Both doctors and high officials are worried about how this will impact on public health

Jan 10, 2013 20:51 GMT  ·  By

The news just broke that, according to a study published in the Journal of the American Medical Association, a drug-resistant strain of gonorrhea has now arrived in North America.

Up until now, this drug-resistant strain of this otherwise common medical condition was only reported in the United Kingdom, Austria, France, Norway, and Japan.

However, physicians working at a medical clinic in Toronto have recently found that, despite their administering proper treatment to as many as 133 patients who sought help after contracting this bacterium, 9 still tested positive for said disease after the treatment period had come to an end.

Sources explain that, for the time being at least, this STD is treated with the help of a class of antibiotics known as cephalosporins.

However, as these clinical cases have shown, the virus disease is beginning to develop immunity to them, which is why some cannot help but wonder whether or not there will come a time when this disease will become incurable.

Despite the cephalosporins' failure to destroy the bacterium, the doctors in charge of looking after these individuals argue that they ultimately managed to treat the patients using an injectable antibiotic known as ceftriaxone.

Seeing how the bacterium is likely to soon grow resistant to this drug as well, and begin threatening public health in this part of the world, doctors are urging pharmaceutical companies to do their best in developing and testing new antibiotics.

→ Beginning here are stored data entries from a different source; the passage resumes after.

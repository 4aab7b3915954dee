package fading

import (
	"math"
	"testing"
)

// TestBuiltinProfiles checks the tables and the RMS delay spread of every
// built-in profile, computed here independently as
// √(Σ p τ² / Σ p − (Σ p τ / Σ p)²) from the published taps.
func TestBuiltinProfiles(t *testing.T) {
	published := map[string][]Tap{
		// 3GPP TS 36.101 Annex B (memory)
		"EPA": {{0, 0}, {30, -1}, {70, -2}, {90, -3}, {110, -8}, {190, -17.2}, {410, -20.8}},
		"EVA": {{0, 0}, {30, -1.5}, {150, -1.4}, {310, -3.6}, {370, -0.6}, {710, -9.1}, {1090, -7}, {1730, -12}, {2510, -16.9}},
		"ETU": {{0, -1}, {50, -1}, {120, -1}, {200, 0}, {230, 0}, {500, 0}, {1600, -3}, {2300, -5}, {5000, -7}},
		// ITU-R M.1225 (memory)
		"PEDA": {{0, 0}, {110, -9.7}, {190, -19.2}, {410, -22.8}},
		"VEHA": {{0, 0}, {310, -1}, {710, -9}, {1090, -10}, {1730, -15}, {2510, -20}},
		"FLAT": {{0, 0}},
	}
	// r.m.s. delay spreads quoted with the profiles: 43, 357, 991 ns (3GPP
	// TS 36.101 Annex B (memory)); about 45 and 370 ns (ITU-R M.1225 (memory)).
	quoted := map[string]float64{"EPA": 43, "EVA": 357, "ETU": 991, "PEDA": 45, "VEHA": 370, "FLAT": 0}
	names := BuiltinProfileNames()
	if len(names) != len(published) {
		t.Fatalf("%d built-in profiles, want %d", len(names), len(published))
	}
	for name, taps := range published {
		p, err := BuiltinProfile(name)
		if err != nil {
			t.Fatalf("%s: %v", name, err)
		}
		if len(p.Taps) != len(taps) {
			t.Fatalf("%s: %d taps, want %d", name, len(p.Taps), len(taps))
		}
		var s0, s1, s2 float64
		for i, tp := range taps {
			if p.Taps[i] != tp {
				t.Errorf("%s tap %d: %+v, want %+v", name, i, p.Taps[i], tp)
			}
			w := math.Pow(10, tp.PowerDB/10)
			s0 += w
			s1 += w * tp.DelayNs
			s2 += w * tp.DelayNs * tp.DelayNs
		}
		want := math.Sqrt(s2/s0 - (s1/s0)*(s1/s0))
		if got := p.RMSDelaySpreadNs(); math.Abs(got-want) > 1e-6*(1+want) {
			t.Errorf("%s: RMS delay spread %.4f ns, independent computation %.4f ns", name, got, want)
		}
		if math.Abs(want-quoted[name]) > 0.03*quoted[name]+0.5 {
			t.Errorf("%s: RMS delay spread %.1f ns, quoted %.0f ns", name, want, quoted[name])
		}
		sum := 0.0
		for _, v := range p.NormalisedPowers() {
			sum += v
		}
		if math.Abs(sum-1) > 1e-12 {
			t.Errorf("%s: normalised powers sum to %g", name, sum)
		}
	}
	if p, err := BuiltinProfile("eva"); err != nil || p.Name != "EVA" {
		t.Errorf("case-insensitive lookup failed: %v", err)
	}
	if _, err := BuiltinProfile("nope"); err == nil {
		t.Error("unknown profile accepted")
	}
	// a custom profile: two equal taps 100 ns apart spread 50 ns
	if v := (Profile{Taps: []Tap{{0, 0}, {100, 0}}}).RMSDelaySpreadNs(); math.Abs(v-50) > 1e-9 {
		t.Errorf("custom two-tap spread %g, want 50", v)
	}
}
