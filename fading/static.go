package fading

import "math"

// staticSource is the f_D = 0 channel: one complex Gaussian draw CN(0, 1)
// per tap, held for ever.
type staticSource struct {
	re, im []float64
}

func newStaticSource(nt int, seed uint64, user int) *staticSource {
	s := &staticSource{re: make([]float64, nt), im: make([]float64, nt)}
	for l := range s.re {
		r := NewStream(seed, user, l, StreamTap)
		s.re[l] = r.NormFloat64() * math.Sqrt2 / 2
		s.im[l] = r.NormFloat64() * math.Sqrt2 / 2
	}
	return s
}

func (s *staticSource) blockLen() int { return 256 }

func (s *staticSource) next(scale []float64, re, im [][]float64) {
	for l := range re {
		a, b := scale[l]*s.re[l], scale[l]*s.im[l]
		for i := range re[l] {
			re[l][i] = a
			im[l][i] = b
		}
	}
}

// skip does nothing: every block is the same constant draw.
func (s *staticSource) skip(int) {}
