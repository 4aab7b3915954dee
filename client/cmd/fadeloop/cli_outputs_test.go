package main

import (
	"context"
	"encoding/csv"
	"encoding/json"
	"fmt"
	"image/png"
	"log/slog"
	"os"
	"path/filepath"
	"strings"
	"testing"

	"google.golang.org/protobuf/proto"

	"github.com/fadeloop/fadeloop/client"
	"github.com/fadeloop/fadeloop/client/plots"
	"github.com/fadeloop/fadeloop/fading"
	pb "github.com/fadeloop/fadeloop/proto/fadeloop/v1"
	"github.com/fadeloop/fadeloop/service"
)

func checkPNG(t *testing.T, path string) {
	t.Helper()
	f, err := os.Open(path)
	if err != nil {
		t.Fatal(err)
	}
	defer f.Close()
	cfg, err := png.DecodeConfig(f)
	if err != nil {
		t.Fatalf("%s: not a PNG: %v", path, err)
	}
	if cfg.Width != plots.WidthPx || cfg.Height != plots.HeightPx {
		t.Errorf("%s is %d×%d, want %d×%d", path, cfg.Width, cfg.Height, plots.WidthPx, plots.HeightPx)
	}
}

func checkSVG(t *testing.T, path string) {
	t.Helper()
	w, h, err := plots.SVGSize(path)
	if err != nil {
		t.Fatal(err)
	}
	if w != 900 || h != 600 {
		t.Errorf("%s is %g×%g pt, want 900×600 (1200×800 px at 96 dpi)", path, w, h)
	}
}

func TestPlots(t *testing.T) {
	dir := os.Getenv("FADELOOP_PLOT_DIR") // set to keep the pictures
	if dir == "" {
		dir = t.TempDir()
	}
	p := func(n string) string { return filepath.Join(dir, n) }
	ok(t, "run", "testdata/scenarios/near_far_stress.yaml", "--slots", "3000", "--quiet",
		"--plot", p("traces.png"), "--plot", "distance="+p("distance.svg"), "--plot", "cdf="+p("cdf.png"),
		"--plot", "distance="+p("distance.png"))
	checkPNG(t, p("traces.png"))
	checkSVG(t, p("distance.svg"))
	checkPNG(t, p("cdf.png"))
	checkPNG(t, p("distance.png"))
	ok(t, "sweep", "testdata/scenarios/command_errors_delay.yaml", "--slots", "1500", "--quiet",
		"--axis", "inner_loop.step_db=0.5,1,2", "--axis", "groups[0].speeds[0].speed_kmh=3,60",
		"--plot", p("steps.png"), "--plot", "cdf="+p("sweep-cdf.svg"))
	checkPNG(t, p("steps.png"))
	checkSVG(t, p("sweep-cdf.svg"))
	ok(t, "sweep", "testdata/scenarios/command_errors_delay.yaml", "--slots", "1500", "--quiet",
		"--axis", "inner_loop.step_db=0.5,1,2", "--axis", "inner_loop.update_rate_hz=750,1500",
		"--plot", p("heatmap.png"), "--plot", "heatmap="+p("heatmap.svg"), "--objective", "outage")
	checkPNG(t, p("heatmap.png"))
	checkSVG(t, p("heatmap.svg"))
}

func TestSweepOutputs(t *testing.T) {
	f := "testdata/scenarios/indoor_outer_loop.yaml"
	base := []string{"sweep", f, "--slots", "1500", "--quiet", "--axis", "inner_loop.step_db=0.5:1.5:3", "--axis", "outer_loop.up_step_db=0.25,0.5"}
	r := ok(t, append(base, "--format", "csv")...)
	rows, err := csv.NewReader(strings.NewReader(r.stdout)).ReadAll()
	if err != nil {
		t.Fatal(err)
	}
	if len(rows) != 7 || rows[0][2] != "inner_loop.step_db" || rows[0][3] != "outer_loop.up_step_db" {
		t.Fatalf("sweep CSV: %d rows, header %v; want 6 points", len(rows)-1, rows[0])
	}
	for i, row := range rows[1:] {
		if row[0] != fmt.Sprint(i) {
			t.Errorf("row %d has index %s: not sorted by index", i, row[0])
		}
	}
	if rows[1][2] != "0.5" || rows[3][2] != "1" || rows[5][2] != "1.5" || rows[2][3] != "0.5" {
		t.Errorf("grid order is not row-major: %v", rows[1:])
	}
	j := ok(t, append(base, "--format", "json")...)
	var doc struct {
		Points  []json.RawMessage `json:"points"`
		Summary struct {
			GridPoints string `json:"grid_points"`
		} `json:"summary"`
	}
	if err := json.Unmarshal([]byte(j.stdout), &doc); err != nil || len(doc.Points) != 6 || doc.Summary.GridPoints != "6" {
		t.Errorf("sweep JSON: %v, %d points, summary %+v", err, len(doc.Points), doc.Summary)
	}
	tb := ok(t, append(base, "--points", "1,4")...)
	if !strings.Contains(tb.stdout, "2 of 6 grid points") {
		t.Errorf("--points 1,4 table:\n%s", tb.stdout)
	}
	// A grid file instead of flags.
	grid := filepath.Join(t.TempDir(), "grid.yaml")
	os.WriteFile(grid, []byte("axes:\n  - path: inner_loop.step_db\n    values: [0.5, 2]\nseed_mode: SEED_MODE_PER_POINT\n"), 0o644)
	g := ok(t, "sweep", f, "--slots", "1500", "--quiet", "--grid", grid, "--format", "csv")
	if n := strings.Count(g.stdout, "\n"); n != 3 {
		t.Errorf("grid file sweep: %d lines, want header + 2\n%s", n, g.stdout)
	}
}

func TestTraceAndCheck(t *testing.T) {
	r := ok(t, "trace", "--profile", "EPA", "--samples", "200", "--links", "2", "--format", "csv", "--quiet")
	rows, err := csv.NewReader(strings.NewReader(r.stdout)).ReadAll()
	if err != nil {
		t.Fatal(err)
	}
	epa, err := fading.BuiltinProfile("EPA")
	if err != nil {
		t.Fatal(err)
	}
	if want := 1 + 2*200*len(epa.Taps); len(rows) != want {
		t.Errorf("trace CSV has %d rows, want %d", len(rows), want)
	}
	bin := filepath.Join(t.TempDir(), "g.f32")
	ok(t, "trace", "--speed-kmh", "120", "--samples", "1000", "--links", "3", "--format", "bin", "--out", bin)
	if st, err := os.Stat(bin); err != nil || st.Size() != 8*1000*3 {
		t.Errorf("binary trace: %v, size %d, want %d", err, st.Size(), 8*1000*3)
	}
	tr := ok(t, "trace", "--samples", "3000", "--profile", "VEHA")
	if !strings.Contains(tr.stdout, "mean power (dB)") {
		t.Errorf("trace summary:\n%s", tr.stdout)
	}
	c := fl(t, "check", "--speed-kmh", "30", "--profile", "FLAT", "--links", "32", "--doppler-periods", "50")
	if c.code != exitOK && c.code != exitFailure {
		t.Fatalf("check: exit %d\n%s", c.code, c.stderr)
	}
	if !strings.Contains(c.stdout, "theory") || !strings.Contains(c.stdout, "pass") {
		t.Errorf("check table:\n%s", c.stdout)
	}
	cj := fl(t, "check", "--format", "json", "--doppler-hz", "40", "--links", "16", "--doppler-periods", "40")
	var resp struct {
		Lines []struct{ Name string } `json:"lines"`
	}
	if err := json.Unmarshal([]byte(cj.stdout), &resp); err != nil || len(resp.Lines) == 0 {
		t.Errorf("check json: %v\n%s", err, cj.stdout)
	}
	if r := fl(t, "check", "--doppler-hz", "900", "--rate-hz", "1500"); r.code != exitBadInput {
		t.Errorf("Doppler above half the rate: exit %d, want 2\n%s", r.code, r.stderr)
	}
}

func TestBench(t *testing.T) {
	r := ok(t, "bench", "--slots", "3000", "--repeat", "1", "--format", "json", "--quiet")
	var b struct {
		Best benchRun `json:"best"`
	}
	if err := json.Unmarshal([]byte(r.stdout), &b); err != nil {
		t.Fatal(err)
	}
	if b.Best.Users != 64 || !(b.Best.UserSlotsPerS > 0) || b.Best.PathSamplesPerS != 3*b.Best.UserSlotsPerS {
		t.Errorf("bench: %+v; want 64 users and path-samples/s = 3 × user-slots/s", b.Best)
	}
	tb := ok(t, "bench", "--slots", "1500", "--repeat", "1")
	if !strings.Contains(tb.stdout, "user-slots/s") || !strings.Contains(tb.stdout, "path-samples/s") {
		t.Errorf("bench table:\n%s", tb.stdout)
	}
}

// TestCanonicalCopy: the bench's built-in canonical scenario is the one in
// testdata.
func TestCanonicalCopy(t *testing.T) {
	want, err := client.LoadScenarioFile(filepath.Join(repoRoot, "testdata/scenarios/canonical.json"))
	if err != nil {
		t.Fatal(err)
	}
	got, err := client.ParseScenario("canonical.json", canonicalJSON)
	if err != nil {
		t.Fatal(err)
	}
	if !proto.Equal(want.Scenario, got.Scenario) {
		t.Error("client/cmd/fadeloop/canonical.json differs from testdata/scenarios/canonical.json; copy it over")
	}
}

// TestTapCounts: the bench's tap counts, taken from the run report's
// group_fingers, agree with package fading's built-in profiles.
func TestTapCounts(t *testing.T) {
	cl, err := client.Embedded(service.Config{Logger: slog.New(slog.DiscardHandler)}, client.Options{})
	if err != nil {
		t.Fatal(err)
	}
	defer cl.Close()
	taps := func(groups string) (float64, error) {
		t.Helper()
		g := strings.ReplaceAll(groups, "profile:", "max_distance_m: 1000, speeds: [{speed_kmh: 30}], profile:")
		sf, err := client.ParseScenario("x", []byte("receiver: {chip_rate_hz: 3.84e6, bit_rate_bps: 12.2e3}\ngroups: "+g+"\nrun: {slots: 200, warmup_slots: 0, batches: 20}"))
		if err != nil {
			t.Fatal(err)
		}
		rep, err := cl.Simulate(context.Background(), &pb.SimulateRequest{Scenario: sf.Scenario}, nil)
		if err != nil {
			t.Fatalf("%s: %v", groups, err)
		}
		return tapsPerUser(rep)
	}
	for _, name := range fading.BuiltinProfileNames() {
		p, err := fading.BuiltinProfile(name)
		if err != nil {
			t.Fatal(err)
		}
		got, err := taps("[{count: 2, profile: " + name + "}]")
		if err != nil || int(got) != len(p.Taps) {
			t.Errorf("%s: tapsPerUser %v (%v), fading has %d taps", name, got, err, len(p.Taps))
		}
	}
	// Mixed groups: (2·1 + 6·7)/8 paths per user (FLAT one tap, EPA seven,
	// TS 36.101 Annex B.2 (memory)).
	if got, err := taps("[{count: 2, profile: FLAT}, {count: 6, profile: epa}]"); err != nil || got != 44.0/8 {
		t.Errorf("mixed groups: %v (%v), want 5.5", got, err)
	}
	if _, err := tapsPerUser(&pb.RunReport{}); err == nil {
		t.Error("a report without group_fingers accepted")
	}
}

func TestHelpAndExample(t *testing.T) {
	top := ok(t, "--help")
	_ = top
	h := ok(t, "help")
	for _, c := range sortedCommands() {
		if !strings.Contains(h.stdout, "  "+c.name+" ") {
			t.Errorf("command list lacks %s:\n%s", c.name, h.stdout)
		}
		r := ok(t, c.name, "--help")
		if !strings.Contains(r.stdout, "Examples:") || !strings.Contains(r.stdout, "Usage: fadeloop "+c.name) ||
			!strings.Contains(r.stdout, "--server") {
			t.Errorf("%s --help lacks usage, examples or global flags:\n%s", c.name, r.stdout)
		}
	}
	ex := ok(t, "example")
	path := filepath.Join(t.TempDir(), "cell.yaml")
	os.WriteFile(path, []byte(ex.stdout), 0o644)
	sf, err := client.LoadScenarioFile(path)
	if err != nil {
		t.Fatal(err)
	}
	if !strings.Contains(ex.stdout, "# ") {
		t.Error("example has no comments")
	}
	ok(t, "run", path, "--slots", "1500", "--quiet")
	exj := ok(t, "example", "--format", "json")
	sj, err := client.ParseScenario("x.json", []byte(exj.stdout))
	if err != nil || !proto.Equal(sj.Scenario, sf.Scenario) {
		t.Errorf("example --format json differs from the YAML (%v)", err)
	}
	v := ok(t, "version")
	if !strings.HasPrefix(v.stdout, "fadeloop ") {
		t.Errorf("version: %q", v.stdout)
	}
}
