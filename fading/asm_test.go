package fading

import (
	"fmt"
	"math"
	"testing"
)

// TestAssemblyMatchesGo: with AVX the interpolator and the oscillators run
// in assembly (interp_amd64.s); they must give the Go code's results bit
// for bit (same operations in the same order), so a run's figures do not
// depend on the machine. Every generator, several sinusoid counts (16 and
// 32 go through the sixteen-wide kernel, 20 and 7 also through the Go
// remainder), decimated and direct rates, chunked calls.
func TestAssemblyMatchesGo(t *testing.T) {
	if !useAVX {
		t.Skip("no AVX on this machine: only the Go code runs")
	}
	defer func(v bool) { useAVX = v }(useAVX)
	profs := []Profile{
		{Name: "1tap", Taps: []Tap{{0, 0}}},
		{Name: "3tap", Taps: []Tap{{0, 0}, {310, -1}, {710, -9}}},
		{Name: "7tap", Taps: []Tap{{0, 0}, {100, -1}, {200, -2}, {300, -3}, {500, -8}, {700, -10}, {900, -12}}},
	}
	for _, prof := range profs {
		for _, g := range []Generator{GeneratorDefault, GeneratorSumOfSinusoids, GeneratorSpectral} {
			for _, m := range []int{0, 7, 16, 20, 32} {
				for _, fdT := range []float64{0.037, 0.0037, 0.3} {
					name := fmt.Sprintf("%s/%v/M=%d/fdT=%g", prof.Name, g, m, fdT)
					gains := func(avx bool) []float64 {
						useAVX = avx
						ch, err := NewChannel(ChannelConfig{DopplerHz: fdT * 1500, SampleRateHz: 1500, Profile: prof, Generator: g, Sinusoids: m}, 11, 3)
						if err != nil {
							t.Fatal(err)
						}
						out := make([]float64, 6000)
						for off, n := 0, 1; off < len(out); off, n = off+n, n*2+1 {
							ch.FillGains(out[off:min(off+n, len(out))])
						}
						return out
					}
					a, b := gains(true), gains(false)
					for i := range a {
						if math.Float64bits(a[i]) != math.Float64bits(b[i]) {
							t.Fatalf("%s: sample %d: assembly %v, Go %v", name, i, a[i], b[i])
						}
					}
				}
			}
		}
	}
}

// TestPlanCacheMatchesFillGains: channels advanced in step through one
// PlanCache (some with the same Doppler, so plans are shared, some not)
// give the gains of FillGains bit for bit, whatever the chunking.
func TestPlanCacheMatchesFillGains(t *testing.T) {
	prof := Profile{Name: "3tap", Taps: []Tap{{0, 0}, {310, -1}, {710, -9}}}
	fds := []float64{55.6, 55.6, 5.56, 55.6, 120, 5.56, 300, 55.6}
	gens := []Generator{GeneratorSumOfSinusoids, GeneratorDefault, GeneratorSumOfSinusoids, GeneratorSpectral, GeneratorSumOfSinusoids, GeneratorDefault, GeneratorSumOfSinusoids, GeneratorSumOfSinusoids}
	mk := func() []*Channel {
		var chs []*Channel
		for u, fd := range fds {
			ch, err := NewChannel(ChannelConfig{DopplerHz: fd, SampleRateHz: 1500, Profile: prof, Generator: gens[u], Sinusoids: 16}, 5, u)
			if err != nil {
				t.Fatal(err)
			}
			chs = append(chs, ch)
		}
		return chs
	}
	const total = 5000
	shared, alone := mk(), mk()
	var pc PlanCache
	got := make([][]float64, len(fds))
	want := make([][]float64, len(fds))
	for u := range fds {
		got[u] = make([]float64, total)
		want[u] = make([]float64, total)
	}
	hits := 0
	for off, n := 0, 1; off < total; off, n = off+n, min(n*3+1, 700) {
		end := min(off+n, total)
		for u := range fds {
			before := pc.next
			shared[u].FillGainsShared(got[u][off:end], &pc)
			if pc.next == before {
				hits++
			}
			alone[u].FillGains(want[u][off:end])
		}
	}
	for u := range fds {
		for i := range got[u] {
			if math.Float64bits(got[u][i]) != math.Float64bits(want[u][i]) {
				t.Fatalf("channel %d sample %d: shared plan %v, own plan %v", u, i, got[u][i], want[u][i])
			}
		}
	}
	if hits == 0 {
		t.Error("no plan was shared: the test does not exercise the cache")
	}
}

// TestFillGainsPairMatchesFillGains: FillGainsPair gives each channel the
// gains of FillGains bit for bit, whatever the chunking, for one-tap pairs
// on one plan (the AVX pair kernel), one-tap pairs at different
// Dopplers or positions (the plans part), and three-tap pairs (never the
// pair kernel); the same with the assembly off.
func TestFillGainsPairMatchesFillGains(t *testing.T) {
	oneTap := Profile{Name: "1tap", Taps: []Tap{{0, 0}}}
	threeTap := Profile{Name: "3tap", Taps: []Tap{{0, 0}, {310, -1}, {710, -9}}}
	cases := []struct {
		name     string
		prof     Profile
		fdA, fdB float64
		lagB     int // samples b is drawn ahead before the pairs start
		paired   bool
	}{
		{"one tap, one plan", oneTap, 55.6, 55.6, 0, true},
		{"one tap, slow", oneTap, 5.56, 5.56, 0, true},
		{"one tap, two Dopplers", oneTap, 55.6, 120, 0, false},
		{"one tap, b ahead", oneTap, 55.6, 55.6, 37, false},
		{"three taps", threeTap, 55.6, 55.6, 0, false},
	}
	defer func(v bool) { useAVX = v }(useAVX)
	for _, avx := range []bool{true, false} {
		if avx && !useAVX {
			continue
		}
		for _, c := range cases {
			useAVX = avx
			mk := func(fd float64, u int) *Channel {
				ch, err := NewChannel(ChannelConfig{DopplerHz: fd, SampleRateHz: 1500, Profile: c.prof}, 9, u)
				if err != nil {
					t.Fatal(err)
				}
				return ch
			}
			a, b, a1, b1 := mk(c.fdA, 1), mk(c.fdB, 2), mk(c.fdA, 1), mk(c.fdB, 2)
			const total = 4000
			gotA, gotB := make([]float64, total), make([]float64, total+c.lagB)
			wantA, wantB := make([]float64, total), make([]float64, total+c.lagB)
			b.FillGains(gotB[:c.lagB])
			var pc PlanCache
			pairs := 0
			for off, n := 0, 1; off < total; off, n = off+n, min(n*3+1, 700) {
				end := min(off+n, total)
				FillGainsPair(gotA[off:end], gotB[c.lagB+off:c.lagB+end], a, b, &pc)
				pairs++
			}
			a1.FillGains(wantA)
			b1.FillGains(wantB)
			for i := range wantA {
				if math.Float64bits(gotA[i]) != math.Float64bits(wantA[i]) {
					t.Fatalf("avx %v, %s: channel a sample %d: pair %v, alone %v", avx, c.name, i, gotA[i], wantA[i])
				}
			}
			for i := range wantB {
				if math.Float64bits(gotB[i]) != math.Float64bits(wantB[i]) {
					t.Fatalf("avx %v, %s: channel b sample %d: pair %v, alone %v", avx, c.name, i, gotB[i], wantB[i])
				}
			}
			if pairs == 0 {
				t.Fatalf("%s: no pair call", c.name)
			}
		}
	}
}
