package loop

import (
	"context"
	"syscall"
	"testing"
	"time"
)

// cpuTime is the process's user + system CPU time.
func cpuTime() time.Duration {
	var ru syscall.Rusage
	if syscall.Getrusage(syscall.RUSAGE_SELF, &ru) != nil {
		return 0
	}
	return time.Duration(ru.Utime.Nano() + ru.Stime.Nano())
}

// BenchmarkCanonical runs CanonicalScenario (the scenario of
// shared/bench/peer_numba.py: 64 users, 3 taps, 30 km/h at 2 GHz, 1500 Hz,
// 90 000 slots) and reports user-slots/s (warm-up included, as the peer
// counts them) next to the peer's figures of merit.
func BenchmarkCanonical(b *testing.B) { benchCanonical(b, CanonicalScenario()) }

// BenchmarkCanonicalDefaultGenerator is BenchmarkCanonical with fading's
// default generator (fewer sinusoids, statistically closer to Rayleigh
// than the peer's sixteen) instead of the peer's model.
func BenchmarkCanonicalDefaultGenerator(b *testing.B) {
	sc := CanonicalScenario()
	sc.Groups[0].Generator = GeneratorDefault
	benchCanonical(b, sc)
}

func benchCanonical(b *testing.B, sc Scenario) {
	b.ReportAllocs()
	var rep *Report
	c0 := cpuTime()
	for b.Loop() {
		r, err := Run(context.Background(), sc, RunOptions{})
		if err != nil {
			b.Fatal(err)
		}
		rep = r
	}
	us := float64(rep.SimulatedUserSlots) * float64(b.N) / b.Elapsed().Seconds()
	b.ReportMetric(us, "user-slots/s")
	b.ReportMetric((cpuTime()-c0).Seconds()*1e3/float64(b.N), "cpu-ms/op")
	b.ReportMetric(rep.Aggregate.SIRErrorStdDB.Value, "sir-err-std-dB")
	b.ReportMetric(rep.Aggregate.OutageProbability.Value, "outage")
}

// BenchmarkLoopStatic runs the canonical scenario's loop over static
// channels (each user's mean path loss, no fading): the cost of the
// sequential loop and the figures alone, without channel generation.
func BenchmarkLoopStatic(b *testing.B) {
	sc := CanonicalScenario()
	us, err := placeUsers(sc)
	if err != nil {
		b.Fatal(err)
	}
	st := make([]float64, len(us))
	for i, u := range us {
		st[i] = dbToLin(-u.pathLossDB)
	}
	b.ReportAllocs()
	c0 := cpuTime()
	for b.Loop() {
		if _, err := run(context.Background(), sc, RunOptions{}, &hooks{static: st}); err != nil {
			b.Fatal(err)
		}
	}
	b.ReportMetric(float64(len(us))*float64(sc.Run.Slots)*float64(b.N)/b.Elapsed().Seconds(), "user-slots/s")
	b.ReportMetric((cpuTime()-c0).Seconds()*1e3/float64(b.N), "cpu-ms/op")
}
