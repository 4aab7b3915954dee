package fading

import (
	"math"
	"testing"
)

// TestGudmundsonCorrelation: the shadowing correlation at one decorrelation
// distance travelled is σ² e^(−1) and the standard deviation is σ
// (Gudmundson, Electron. Lett. 27(23), 1991). Ensemble over independent
// links; tolerance 4 standard errors over the links.
func TestGudmundsonCorrelation(t *testing.T) {
	// suburban 900 MHz: σ = 7.5 dB, correlation 0.82 at 100 m (Gudmundson 1991)
	// gives D = −100/ln 0.82 m.
	d := -100 / math.Log(0.82)
	cfg := ShadowingConfig{SigmaDB: 7.5, DecorrelationM: d, SpeedMps: 10, SamplePeriodS: 0.01} // 0.1 m per sample
	lag := int(math.Round(d / (cfg.SpeedMps * cfg.SamplePeriodS)))
	lag100 := 1000 // 100 m
	links := 200
	if !testing.Short() {
		links = 1000
	}
	c1, c2, v := make([]float64, links), make([]float64, links), make([]float64, links)
	x := make([]float64, lag+1)
	for u := range links {
		s, err := NewShadowing(cfg, NewStream(4, u, 0, StreamShadowing))
		if err != nil {
			t.Fatal(err)
		}
		s.FillDB(x)
		c1[u] = x[0] * x[lag] / (7.5 * 7.5)
		c2[u] = x[0] * x[lag100] / (7.5 * 7.5)
		v[u] = x[0] * x[0] / (7.5 * 7.5)
	}
	for _, c := range []struct {
		name string
		x    []float64
		want float64
	}{{"correlation at D", c1, math.Exp(-1)}, {"correlation at 100 m", c2, 0.82}, {"variance / σ²", v, 1}} {
		m, se := meanSE(c.x)
		if math.Abs(m-c.want) > 4*se {
			t.Errorf("%s: %.4f ± %.4f, want %.4f", c.name, m, 4*se, c.want)
		}
	}
	if a := cfg.Coefficient(); math.Abs(a-math.Exp(-0.1/d)) > 1e-15 {
		t.Errorf("AR(1) coefficient %g", a)
	}
}

// TestFrozenShadowing: speed 0 gives a constant shadowing value.
func TestFrozenShadowing(t *testing.T) {
	s, err := NewShadowing(ShadowingConfig{SigmaDB: 8, DecorrelationM: 50, SpeedMps: 0, SamplePeriodS: 1e-3}, NewStream(1, 0, 0, StreamShadowing))
	if err != nil {
		t.Fatal(err)
	}
	x := make([]float64, 100)
	s.FillDB(x)
	for _, v := range x {
		if v != x[0] {
			t.Fatal("frozen shadowing changes")
		}
	}
}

Several studies have shown that as many as 700,000 Americans become sick with gonorrhea on a yearly basis.

Symptoms include abdominal pain, itching and painful urination. In certain cases, the disease can translate into pregnancy complications and female infertility.

Robert Kirkcaldy, a specialist presently working with the U.S. Centers for Disease Control, made a case of how, “Clinicians must remain vigilant for cephalosporin treatment failures and report suspected cases to the local or state health department.”